Teal does more than resumes. It's a job-search workspace with a Chrome extension that captures postings and lets you tailor a resume per job. The AI suggests bullet rewrites against a job description, which is genuinely useful when you're applying to 15 roles in a week.
What I'd flag: it's not designer-specific. The templates are clean but generic. You'll spend more time entering data manually than you would with a portfolio-import tool.
Best for: ATS scoring and keyword optimization. Pricing: $3/month annual, $29/month monthly.
Rezi's strength is its ATS feedback loop. Paste a job description, and it scores your resume against it, calls out missing keywords, and rewrites bullets to include them. The output is famously ATS-clean.
What I'd flag: the AI here is more of an editor than a writer. You need a starting resume to get value out of it. Rezi pairs well with a tool like Lasso (or a hand-written first draft): generate the draft elsewhere, polish in Rezi.
Best for: designers who want strong template variety with AI assist. Pricing: Free tier; Premium is $7/month annual.
Kickresume has the most template options of anything on this list, and a few of them genuinely look good for design roles. The AI fills in bullets from your job titles. The templates are downloadable as PDF or DOCX.
What I'd flag: many of the prettier templates aren't ATS-safe. If you use Kickresume, stick to the simple text-first templates and ignore the column layouts with sidebars.
Best for: if you already live in Canva and want one tool. Pricing: Free tier; Canva Pro is $14.99/month.
Canva ships an AI resume feature inside its existing editor. The pull is the same as everything Canva ships: low friction, lots of templates, exports look polished.
What I'd flag: Canva resumes are notoriously bad for ATS. The default templates use multi-column layouts and embedded images for headings. If you're applying to companies that use ATS (most of them), download a text-based template and rebuild in plain layout. At that point you've lost most of the time advantage.
| Tool | Reads portfolio | ATS-safe default | Free useful? | Best for | |--------------|-----------------|------------------|--------------|--------------------------------| | Lasso | Yes (Behance) | Yes | Preview only | Designers on Behance | | Teal | No | Yes | Yes | Per-job tailoring | | Rezi | No | Yes | Limited | ATS scoring + bullet polish | | Kickresume | No | Sometimes | Yes | Template variety | | Canva | No | No | Yes | Existing Canva users |
If you have a Behance portfolio and need a resume this week, generate a draft with Lasso (30 seconds), edit two or three bullets in your own voice, then run it through Rezi or paste it into ChatGPT against a job description for a final polish.
If you don't use Behance, start with Teal. It'll structure the data entry, and the per-posting tailoring is genuinely useful when you're applying at volume.
The one tool I'd avoid as a single source of truth is Canva. The output looks great in screenshots and gets filtered out by ATS. Use it for portfolio cover pages, not the resume itself.
The "best AI resume builder for designers" depends on where your portfolio lives. For Behance, the answer is the tool built around Behance. For everywhere else, a generic builder paired with a job-description-aware editor will get you further than any single tool.
If you want to see what the AI produces from your Behance before deciding, the free preview takes about 30 seconds and doesn't ask for a credit card.

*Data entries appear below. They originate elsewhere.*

class RequestDecoder:
    """Decode every value of one read in one ``struct`` call; same result as ``registers.decode``.

    The word/byte-order permutation of the whole read and one struct format (pad bytes for
    the gaps) are precompiled, so a read costs one pack, at most one permutation and one
    unpack, then the scale, offset and CT/VT ratio in one pass in the reference's order of
    operations (``tests/test_poller.py`` checks it against ``registers.decode`` +
    ``scaling.to_primary``). A read with an impossible or non-finite value takes a slow path
    that names each bad value.
    """

    def __init__(self, req: ReadRequest, specs: dict[str, RegisterSpec], meter: Meter):
        self.count = req.count
        self._pack = struct.Struct(f">{req.count}H").pack
        items = []
        for key in req.keys:
            sp = specs[key]
            off = 2 * (sp.address - req.address)
            nb = 2 * sp.count
            words = list(range(sp.count))
            if sp.word_order == "little":
                words.reverse()
            perm = []
            for w in words:
                perm += (
                    [off + 2 * w, off + 2 * w + 1]
                    if sp.byte_order == "big"
                    else [off + 2 * w + 1, off + 2 * w]
                )
            lo, hi = _BOUNDS.get(split_key(key)[0], (-math.inf, math.inf))
            items.append(
                (
                    off,
                    nb,
                    perm,
                    key,
                    _STRUCT_CHAR[sp.dtype],
                    sp.scale,
                    sp.offset,
                    ratio(meter, key),
                    lo,
                    hi,
                )
            )
        items.sort(key=lambda it: it[0])
        self.keys = tuple(it[3] for it in items)
        self._items = [
            (
                key,
                struct.Struct(">" + ch),
                off,
                None if perm == list(range(off, off + nb)) else perm,
                scale,
                offset,
                r,
                lo,
                hi,
            )
            for off, nb, perm, key, ch, scale, offset, r, lo, hi in items
        ]
        self._scale = tuple(it[5] for it in items)
        self._offset = tuple(it[6] for it in items)
        self._ratio = tuple(it[7] for it in items)
        self._plain = all(
            s == 1.0 and o == 0.0 and r == 1.0
            for s, o, r in zip(self._scale, self._offset, self._ratio, strict=True)
        )
        # bounds per quantity group, checked with min()/max() of one itemgetter (C loops);
        # a pair index gives a tuple even for a group of one
        groups: dict[tuple[float, float], list[int]] = {}
        for n, it in enumerate(items):
            if (it[8], it[9]) != (-math.inf, math.inf):
                groups.setdefault((it[8], it[9]), []).append(n)
        self._bounded = [
            (operator.itemgetter(*(idx if len(idx) > 1 else idx * 2)), lo, hi)
            for (lo, hi), idx in groups.items()
        ]
        self._all_ok = dict.fromkeys(self.keys, Quality.OK)
        overlap = any(b[0] < a[0] + a[1] for a, b in itertools.pairwise(items))
        self._unpack = None  # overlapping values (no valid profile has them): per-value slow path
        self._permute = None
        if not overlap:
            perm_all = list(range(2 * req.count))
            fmt, pos = ">", 0
            for off, nb, perm, _key, ch, *_ in items:
                perm_all[off : off + nb] = perm
                fmt += "x" * (off - pos) + ch
                pos = off + nb
            self._unpack = struct.Struct(fmt).unpack_from
            if perm_all != list(range(2 * req.count)):
                self._permute = operator.itemgetter(*perm_all)

    def decode(self, words: list[int], values: dict, quality: dict, errors: list[str]) -> int:
        """Fill ``values``/``quality`` for this read's keys -> how many are ok."""
        buf = self._pack(*words)
        if self._unpack is None:
            return self._decode_each(buf, values, quality, errors)
        if self._permute is not None:
            buf = bytes(self._permute(buf))
        raw = self._unpack(buf)
        if self._plain:  # == (raw * 1.0 + 0.0) * 1.0 bit for bit, ints become float
            vals = [r + 0.0 for r in raw]
        else:
            vals = [
                (r * s + o) * k
                for r, s, o, k in zip(raw, self._scale, self._offset, self._ratio, strict=True)
            ]
        total = sum(vals)  # finite iff no NaN/Inf (an overflow only sends us the slow way)
        if total - total == 0.0 and all(
            lo <= min(g(vals)) and max(g(vals)) <= hi for g, lo, hi in self._bounded
        ):
            values.update(zip(self.keys, vals, strict=True))
            quality.update(self._all_ok)
            return len(vals)
        return self._judge(raw, vals, values, quality, errors)

    def _judge(self, raw, vals, values: dict, quality: dict, errors: list[str]) -> int:
        n_ok = 0
        for (key, _st, _off, _perm, _s, _o, _r, lo, hi), x, v in zip(
            self._items, raw, vals, strict=True
        ):
            if not math.isfinite(v):
                errors.append(f"{key}: register value is {x}")
                quality[key] = Quality.DECODE
            elif not lo <= v <= hi:
                errors.append(f"{key}: impossible value {v:g}")
                quality[key] = Quality.DECODE
            else:
                values[key] = v
                quality[key] = Quality.OK
                n_ok += 1
        return n_ok

    def _decode_each(self, buf: bytes, values: dict, quality: dict, errors: list[str]) -> int:
        raw, vals = [], []
        for _key, st, off, perm, scale, offset, r, _lo, _hi in self._items:
            x = (
                st.unpack_from(buf, off)[0]
                if perm is None
                else st.unpack(bytes(buf[i] for i in perm))[0]
            )
            raw.append(x)
            vals.append((x * scale + offset) * r)
        return self._judge(raw, vals, values, quality, errors)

Why a Behance link alone isn't a resume, and the fastest way to turn your portfolio into one recruiters and ATS systems can both read.

Real graphic designer resume examples broken down by role and seniority, plus the structure recruiters scan for in the first 7 seconds.

In the ever-evolving world of design, having a compelling portfolio is crucial. Discover how combining the strengths of Behance and PDF can take your portfolio to new heights.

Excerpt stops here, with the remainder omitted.